Despite advances in technology and artificial intelligence, food security remains a pressing issue in America and around the world.
Experts in the Ivan Allen College of Liberal Arts say building sustainable food systems requires not only scientific breakthroughs but attention to history, policy, and social justice, as well.
“In climate-changed futures, redundancies and multiple scales of action seem resilient to me,” said Heidi Biggs, an assistant professor in the School of Literature, Media, and Communication. “Therefore, one of the most promising innovations in the future of food is local collaborations.”
Reclaiming Ownership of Food Production
Biggs researches technology design and human-computer interaction. Specifically, they study how the U.S. Food and Drug Administration and U.S. Department of Agriculture data rules affect small and mid-sized farmers and how computational agricultural tools can reduce yield disparities for minority and Black farmers.
Biggs explained that food security and production are already unequal — the U.S. overproduces food while people go hungry worldwide — and climate change makes it worse.
While advances in agriculture technology can help, they can also unintentionally cause harm, Biggs said. For example, small and mid-sized farms often can’t afford to adopt new technologies, making competing with large corporations difficult.
“However, climate-smart agriculture and integrating non-Western farming traditions help address this issue,” Biggs said. “And local efforts such as community food activism, seed collecting, and seed libraries can strengthen food security at a smaller scale.”
Supporting Public Research
Helen Anne Curry, Melvin Kranzberg Professor in the History of Technology, echoes Biggs’ concerns.
“The most pressing issue for the future of food is how to resolve profound inequalities in who has access to nutritious, culturally relevant food,” she said.

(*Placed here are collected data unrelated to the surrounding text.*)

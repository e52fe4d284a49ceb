"""The check script runs everything, reports everything, and returns the first failing code."""

import importlib
import sys
from pathlib import Path
from types import ModuleType

import pytest

SCRIPTS = Path(__file__).resolve().parents[3] / "scripts"


@pytest.fixture
def check(monkeypatch: pytest.MonkeyPatch) -> ModuleType:
    monkeypatch.syspath_prepend(str(SCRIPTS))
    monkeypatch.delenv("CI", raising=False)
    for name in ("check", "_environment"):
        monkeypatch.delitem(sys.modules, name, raising=False)
    return importlib.import_module("check")


@pytest.fixture
def started(check: ModuleType, monkeypatch: pytest.MonkeyPatch) -> list[str]:
    """Let each step only note its name; lint fails with 7, tests with 1."""
    names: list[str] = []

    def note(step: object) -> tuple[int, float]:
        names.append(step.name)
        return {"lint": 7, "tests": 1}.get(step.name, 0), 0.0

    monkeypatch.setattr(check, "run", note)
    return names


def test_all_steps_run_and_the_first_failure_decides(
    check: ModuleType,
    started: list[str],
    monkeypatch: pytest.MonkeyPatch,
    capsys: pytest.CaptureFixture[str],
) -> None:
    monkeypatch.setattr(sys, "argv", ["check.py"])
    assert check.main() == 7
    assert started == ["format", "lint", "types", "layers", "tests", "realtime"]
    summary = capsys.readouterr().out
    assert "FAILED (7)" in summary
    assert "FAILED (1)" in summary


def test_quick_leaves_out_what_is_slow(
    check: ModuleType, started: list[str], monkeypatch: pytest.MonkeyPatch
) -> None:
    monkeypatch.setattr(sys, "argv", ["check.py", "--quick"])
    check.main()
    assert "realtime" not in started
    tests = next(step for step in check.steps(quick=True) if step.name == "tests")
    assert tests.command[-1] == "not realtime and not slow"


def test_one_step_can_be_picked(
    check: ModuleType, started: list[str], monkeypatch: pytest.MonkeyPatch
) -> None:
    monkeypatch.setattr(sys, "argv", ["check.py", "--only", "layers"])
    assert check.main() == 0
    assert started == ["layers"]


def test_ci_leaves_nothing_out(
    check: ModuleType, started: list[str], monkeypatch: pytest.MonkeyPatch
) -> None:
    monkeypatch.setenv("CI", "true")
    monkeypatch.setattr(sys, "argv", ["check.py", "--quick", "--only", "layers"])
    check.main()
    assert started == ["format", "lint", "types", "layers", "tests", "realtime"]


def test_a_failing_program_gives_its_code(check: ModuleType) -> None:
    step = check.Step("format", ("-c", "raise SystemExit(3)"))
    code, duration = check.run(step)
    assert code == 3
    assert duration > 0.0
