"""The benchmark prints the same figures as a table and as JSON."""

import importlib.util
import json
import sys
from pathlib import Path
from types import ModuleType

import pytest

SCRIPTS = Path(__file__).resolve().parents[3] / "scripts"


@pytest.fixture
def figures(monkeypatch: pytest.MonkeyPatch) -> ModuleType:
    spec = importlib.util.spec_from_file_location("_figures", SCRIPTS / "_figures.py")
    assert spec is not None
    assert spec.loader is not None
    module = importlib.util.module_from_spec(spec)
    monkeypatch.setitem(sys.modules, "_figures", module)  # dataclasses look their module up
    spec.loader.exec_module(module)
    return module


def test_table_and_json_hold_the_same_figures(figures: ModuleType) -> None:
    found = [
        figures.Figure(name="loops.c", value=None, unit="x real time", note="no C compiler"),
        figures.Figure(
            name="loops.built_in", value=412345.6, unit="x real time", wanted=">= 1"
        ),
    ]
    table = figures.as_table(found).splitlines()
    document = json.loads(figures.as_json(found))
    assert [line.split()[0] for line in table] == list(document["figures"])
    assert "412,346" in table[1]
    assert document["figures"]["loops.built_in"]["value"] == 412345.6
    assert document["figures"]["loops.c"] == {
        "value": None,
        "unit": "x real time",
        "wanted": "",
        "note": "no C compiler",
    }
    assert document["schema"] == 1


def test_a_figure_that_is_no_number_is_refused(figures: ModuleType) -> None:
    with pytest.raises(ValueError, match="not JSON compliant"):
        figures.as_json([figures.Figure(name="x", value=float("nan"), unit="1")])
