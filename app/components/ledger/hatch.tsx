import { useId } from "react";

/** Fine strokes over a cell whose numbers no longer belong to its inputs. */
export function Hatch() {
  const id = useId();
  return (
    <svg aria-hidden="true" className="pointer-events-none absolute inset-0 -z-10 size-full">
      <pattern id={id} width="10" height="10" patternUnits="userSpaceOnUse" patternTransform="rotate(45)">
        <path d="M0,0V10" stroke="var(--hairline)" strokeWidth="1.5" />
      </pattern>
      <rect width="100%" height="100%" fill={`url(#${id})`} />
    </svg>
  );
}
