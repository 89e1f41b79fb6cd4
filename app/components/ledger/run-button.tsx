import type { ReactNode } from "react";
import { useNavigation } from "react-router";

interface RunButtonProps {
  /** As `run-request.ts` reads it. */
  run: string;
  /** What it runs, for those who hear the page. */
  name: string;
  children: ReactNode;
}

/** A small button among the numbers; it sends the form that stands around the ledger. */
export function RunButton({ run, name, children }: RunButtonProps) {
  const navigation = useNavigation();
  const sending = navigation.formMethod === "POST";
  const own = navigation.formData?.get("run") === run;
  return (
    <button
      type="submit"
      name="run"
      value={run}
      disabled={sending}
      className="min-h-6 text-small text-slate underline underline-offset-2 hover:text-ink disabled:text-quiet disabled:no-underline"
    >
      {sending && own ? "Starting…" : children}
      <span className="sr-only"> {name}</span>
    </button>
  );
}
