import { Field } from "~/components/field";
import { KEEP } from "~/estimates/run-request";

interface RunChoicesProps {
  columns: { id: string; name: string }[];
  sheets: { id: string; label: string }[];
  /** Name of the sheet that a new cell takes. */
  defaultSheet: string;
}

/** What the next run uses. Each cell remembers its own; a new one takes the first column and the default sheet. */
export function RunChoices({ columns, sheets, defaultSheet }: RunChoicesProps) {
  return (
    <>
      <Field id="run-water" label="Water column" className="min-w-40">
        {(described) => (
          <select {...described} name="waterColumnId" className="input">
            <option value={KEEP}>each cell’s own, else {columns[0]?.name}</option>
            {columns.map(({ id, name }) => (
              <option key={id} value={id}>
                {name}
              </option>
            ))}
          </select>
        )}
      </Field>
      <Field id="run-sheet" label="Method sheet" className="min-w-40">
        {(described) => (
          <select {...described} name="methodSheetId" className="input">
            <option value={KEEP}>each cell’s own, else {defaultSheet}</option>
            {sheets.map(({ id, label }) => (
              <option key={id} value={id}>
                {label}
              </option>
            ))}
          </select>
        )}
      </Field>
    </>
  );
}
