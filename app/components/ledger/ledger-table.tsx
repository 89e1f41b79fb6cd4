import { Link } from "react-router";
import { SmallMarkView } from "~/components/small-mark-view";
import type { LedgerView } from "~/estimates/present-ledger";
import { LedgerCell } from "./ledger-cell";
import { RunButton } from "./run-button";

interface LedgerTableProps {
  ledger: LedgerView;
  home: string;
  mayRun: boolean;
}

const ROW_HEAD =
  "sticky left-0 z-10 w-[8rem] min-w-[8rem] border-r border-hairline bg-paper p-3 text-left align-top sm:w-[14.5rem] sm:min-w-[14.5rem]";

/** Boxes by storms. Wider than the page, it scrolls inside its own box while the boxes' names stay in sight. */
export function LedgerTable({ ledger, home, mayRun }: LedgerTableProps) {
  const { boxes, storms, cells } = ledger;
  return (
    <div role="region" aria-label="Ledger" tabIndex={0} className="relative overflow-x-auto border-t-2 border-ink">
      <table className="h-px w-full border-separate border-spacing-0 border-l border-hairline">
        <caption className="sr-only">Estimates by study box and storm</caption>
        <thead>
          <tr>
            <td className={`${ROW_HEAD} border-b`} />
            {storms.map((storm) => (
              <th
                key={storm.id}
                scope="col"
                className="min-w-[12rem] border-b border-r border-hairline p-3 text-left align-top font-normal"
              >
                <Link to={`${home}/storms/${storm.id}`} className="font-bold no-underline hover:underline">
                  {storm.name}
                </Link>
                {storm.facts.map((fact) => (
                  <span key={fact} className="block text-small text-slate">
                    {fact}
                  </span>
                ))}
                <span className="mt-1 flex flex-wrap items-end justify-between gap-x-3">
                  {storm.spark ? <SmallMarkView mark={storm.spark} /> : <span />}
                  {mayRun && boxes.length > 1 && (
                    <RunButton run={`storm:${storm.id}`} name={`in ${storm.name}`}>
                      Run column
                    </RunButton>
                  )}
                </span>
              </th>
            ))}
          </tr>
        </thead>
        <tbody>
          {boxes.map((box) => (
            <tr key={box.id} className="h-full">
              <th scope="row" className={`${ROW_HEAD} border-b font-normal`}>
                <Link to={`${home}/area/${box.id}`} className="font-bold no-underline hover:underline">
                  {box.name}
                </Link>
                {box.facts.map((fact) => (
                  <span key={fact} className="block text-small text-slate">
                    {fact}
                  </span>
                ))}
                {mayRun && storms.length > 1 && (
                  <RunButton run={`box:${box.id}`} name={`for ${box.name}`}>
                    Run row
                  </RunButton>
                )}
              </th>
              {storms.map((storm) => {
                const cell = cells.find(({ boxId, stormId }) => boxId === box.id && stormId === storm.id);
                const name = `${box.name} in ${storm.name}`;
                return (
                  <td key={storm.id} className="h-full border-b border-r border-hairline p-0 align-top">
                    {cell ? (
                      <LedgerCell cell={cell} showMade={ledger.several} home={home} mayRun={mayRun} name={name} />
                    ) : (
                      <p className="flex items-baseline justify-between gap-3 p-3 text-small text-slate">
                        not run
                        {mayRun && (
                          <RunButton run={`cell:${box.id}:${storm.id}`} name={name}>
                            Run
                          </RunButton>
                        )}
                      </p>
                    )}
                  </td>
                );
              })}
            </tr>
          ))}
        </tbody>
      </table>
    </div>
  );
}
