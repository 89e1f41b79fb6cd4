import { Link } from "react-router";
import { COLOUR_CLASS } from "~/components/colour-class";
import { SmallMarkView } from "~/components/small-mark-view";
import type { LedgerCellView } from "~/estimates/present-ledger";
import { Hatch } from "./hatch";
import { RunButton } from "./run-button";

interface LedgerCellProps {
  cell: LedgerCellView;
  /** Name the column and sheet. */
  showMade: boolean;
  /** Address of the project. */
  home: string;
  mayRun: boolean;
  /** Box in storm, for buttons that are read aloud. */
  name: string;
}

export function LedgerCell({ cell, showMade, home, mayRun, name }: LedgerCellProps) {
  const underWay = cell.state === "queued" || cell.state === "running";
  const to = `${home}/estimates/${cell.estimateId}`;
  return (
    <div className="relative isolate flex h-full flex-col p-3">
      {cell.state === "outOfDate" && <Hatch />}
      {cell.state === "failed" ? (
        <Failed cell={cell} to={to} />
      ) : (
        cell.value !== null && (
          <Link to={to} className="group flex items-start gap-3 no-underline" aria-label={`${name}: ${cell.value}`}>
            {cell.arrow && <SmallMarkView mark={cell.arrow} />}
            <span className="min-w-0">
              <span className={`block text-large font-bold group-hover:underline ${COLOUR_CLASS[cell.colour]}`}>
                {cell.value}
              </span>
              <span className="block text-small text-slate">
                {[cell.band, cell.remark].filter(Boolean).join(" · ")}
              </span>
            </span>
          </Link>
        )
      )}
      {cell.state !== "current" && cell.state !== "failed" && (
        <p className="mt-1 text-small font-bold">{underWay ? `${cell.stateText}…` : cell.stateText}</p>
      )}
      {cell.fit && cell.value !== null && cell.state !== "failed" && (
        <p className="mt-2 line-clamp-3 border-l-4 border-wind pl-2 text-small text-slate">
          <strong className="text-ink">{cell.fit.severity === "doNotUse" ? "Do not use. " : "Caution. "}</strong>
          {cell.fit.message}
        </p>
      )}
      <p className="mt-auto flex flex-wrap items-baseline justify-between gap-x-3 pt-2 text-small text-quiet">
        <Link to={to} className="text-slate">
          {cell.code}
        </Link>
        {mayRun && !underWay && (
          <RunButton run={`cell:${cell.boxId}:${cell.stormId}`} name={name}>
            Run again
          </RunButton>
        )}
        {showMade && <span className="w-full">{cell.made}</span>}
      </p>
    </div>
  );
}

function Failed({ cell, to }: { cell: LedgerCellView; to: string }) {
  const [first, ...more] = cell.problems;
  return (
    <div className="border-l-4 border-error pl-2">
      <p className="font-bold text-error">{cell.stateText}</p>
      {first && <p className="text-small text-slate">{first}</p>}
      {more.length > 0 && (
        <Link to={to} className="text-small">
          and {more.length} more
        </Link>
      )}
    </div>
  );
}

As a historian in the School of History and Sociology, Curry studies the history of food and crops. She advocates for policies supporting rural communities and measures to strengthen public research institutions that can produce knowledge and technologies for many different users.
“Resolving food insecurity and inequality will not be accomplished by producing more cheap commodity grains or leaving food production in the hands of major multinationals,” Curry said. “We must protect and restore small farmers’ access to land, seeds, and water.”
Charting the Future of Food Through...
Food History
Curry co-edited a special Plants, People, Planet issue on “The History of Crop Science and the Future of Food.”
- Drawing on the 14 research articles in the issue, Curry and co-editor Ryan Nehring at the International Food Policy Research Institute emphasize that politics of empires, nations, research institutions, and academic disciplines have all influenced who is considered a crop scientist, what they study, and the consequences of their research.
- They urge food and agriculture experts to consider how their research interacts with power and politics in shaping the plants that feed the world.
Engineering and Policy
Professor Valerie Thomas holds dual positions in the School of Public Policy and the H. Milton Stewart School of Industrial and Systems Engineering, blending both disciplines in her work. She researches:
The potential for solar-powered irrigation to reduce food insecurity in East Africa
What drives the adoption of water reuse policies
The benefits of food waste reduction
And the environmental impacts of different farming techniques.
(Did you know hydroponic lettuce farming has a greater impact than greenhouse or traditionally grown lettuce?)